The Dellows' D2/1 and Paloma Beach 103 were taken on by Barrie and Joan who had cat stories to tell us. Living in an arid landscape by El Medano, half-wild cats came to their garden not for food but for water. They would sit on the wall and wait for the irrigation hopper to overload with water and tilt, releasing its water to the pipes supplying the roots. The dogs, on the other hand, would sit outside the gates waiting for their bowls to be filled by Joan's watering can. Occasionally, driving back from Granadilla along the pretty winding secondary route we would find dogs waiting for the roadside troughs to fill with water rushing down from the reservoirs. The road had a few blind bends and some caution was required to avoid thirsty animals.

Mimi is smart enough to raid the lamb. We hear the wire cover falling to the floor, but we are not quick enough. She bounds for the top of the kitchen cupboard with a cutlet.

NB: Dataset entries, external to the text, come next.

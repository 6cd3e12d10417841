#!/usr/bin/python3
# Ceiling of the automatic rule on the demo's generator: with the truth of every
# candidate known (the CSVs TestCeilingDump writes), the highest true sensitivity at
# true specificity >= 0.95 that a rule of each family can reach when its cutoffs are
# read off the truth itself (an oracle; no study can do as well):
#   kof6   "at least k of the six criteria", every feature's cutoff at one shared
#          sensitivity or specificity target of its own ROC against the truth (the
#          family criterion-verdict and criterion-majority choose from), best target
#          and k;
#   kof7   the same with the detector score as a seventh vote;
#   score  "score >= t" alone.
# Directions: each feature turned so that its AUC against the truth is >= 1/2
# (Mann-Whitney U/(m n), scipy.stats.mannwhitneyu); a missing feature counts as
# its median. Targets 0.30, 0.31, ..., 0.99.
# Run: QUORATE_CEILING_DIR=/tmp/cov QUORATE_CEILING_SEEDS=101-125 QUORATE_CEILING_OUT=/tmp/csv \
#        go test ./cmd/quorate -run TestCeilingDump
#      /usr/bin/python3 cmd/quorate/testdata/ceiling.py /tmp/csv
import glob
import sys

import numpy as np
from scipy.stats import mannwhitneyu

MINSPEC = 0.95


def auc(a, y):
    return mannwhitneyu(a[y == 1], a[y == 0]).statistic / ((y == 1).sum() * (y == 0).sum())


def best_kof(M, y):
    best = 0.0
    for t in np.linspace(0.30, 0.99, 70):
        for cut in (np.quantile(M[y == 1], 1 - t, axis=0), np.quantile(M[y == 0], t, axis=0)):
            cnt = (M >= cut).sum(1)
            for k in range(1, M.shape[1] + 1):
                h = cnt >= k
                if 1 - h[y == 0].mean() >= MINSPEC:
                    best = max(best, h[y == 1].mean())
    return best


def best_score(sc, y):
    for t in np.unique(sc):
        if np.mean(sc[y == 0] < t) >= MINSPEC:
            return np.mean(sc[y == 1] >= t)
    return 0.0


rows = []
for f in sorted(glob.glob(sys.argv[1] + '/seed*.csv'), key=lambda s: int(s.rsplit('seed', 1)[1][:-4])):
    d = np.genfromtxt(f, delimiter=',', skip_header=1, usecols=range(1, 9))
    X, sc, y = d[:, :6], d[:, 6], d[:, 7].astype(int)
    X = np.where(np.isnan(X), np.nanmedian(X, 0), X)
    for j in range(6):
        if auc(X[:, j], y) < 0.5:
            X[:, j] = -X[:, j]
    r = (best_kof(X, y), best_kof(np.column_stack([X, sc]), y), best_score(sc, y))
    rows.append(r)
    print('%s kof6 %.3f kof7 %.3f score %.3f' % ((f.rsplit('/', 1)[1],) + r))
print('mean over %d seeds: kof6 %.3f kof7 %.3f score %.3f' % ((len(rows),) + tuple(np.mean(rows, 0))))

"Mimi, I shall take you for a very long walk!" I threaten, "In the car!"

Tosca

But what of Home - our little house in Wanstead? Could Mimi possibly fit in with the black pair - with aloof immaculate Tosca and ugly earless Oliver who never felt deprived or disadvantaged by his shorn appearance? .Like goldfish in a bowl these two politely avoid each other and rarely quarrel, but they may form a liaison to drive out a newcomer. A thought to reckon with! Tosca belonged to Keri, Lizzie's no. 3, and came to Wanstead when Keri moved from Milton Keynes to work abroad. Oliver came from the P.D.S.A. as one of a litter of rescued kittens, all equally odd, for they had no ears to speak of. We were casually informed that an enterprising child with scissors had worked through the litter cutting off their ears. A scandalised neighbour put them in a cardboard box and brought them to the rescue centre. As for poor old Oliver, the child who cut off his ears was no artist giving him a bollocky lopsided appearance that caused him to be dubbed unofficial minder to Madame Tosca - although this title has never prevented him from taking a swipe at her for daring his bowl.

Oliver

But right now we have a party of four arriving at 204 Los Angeles and they want a high chair. First thing; look through the clean bed-linen bag to make sure Mimi hasn't crawled in there. She has done it once before, been carted off to the job, followed shortly by Lizzie racing up on her Spanish bicycle: "She's gone! She's not in the garden. Not anywhere! Bloody cat!"

"Funny thing," I reply, "there's a cat here looks just like Mimi!"

Joan gave us a word about Siamese cats. "When I was a girl we had Siamese cats. They are beautiful creatures, affectionate, noisy, very active, highly intelligent. My Mum kept two for showing."

She did not mention that they are also highly delinquent!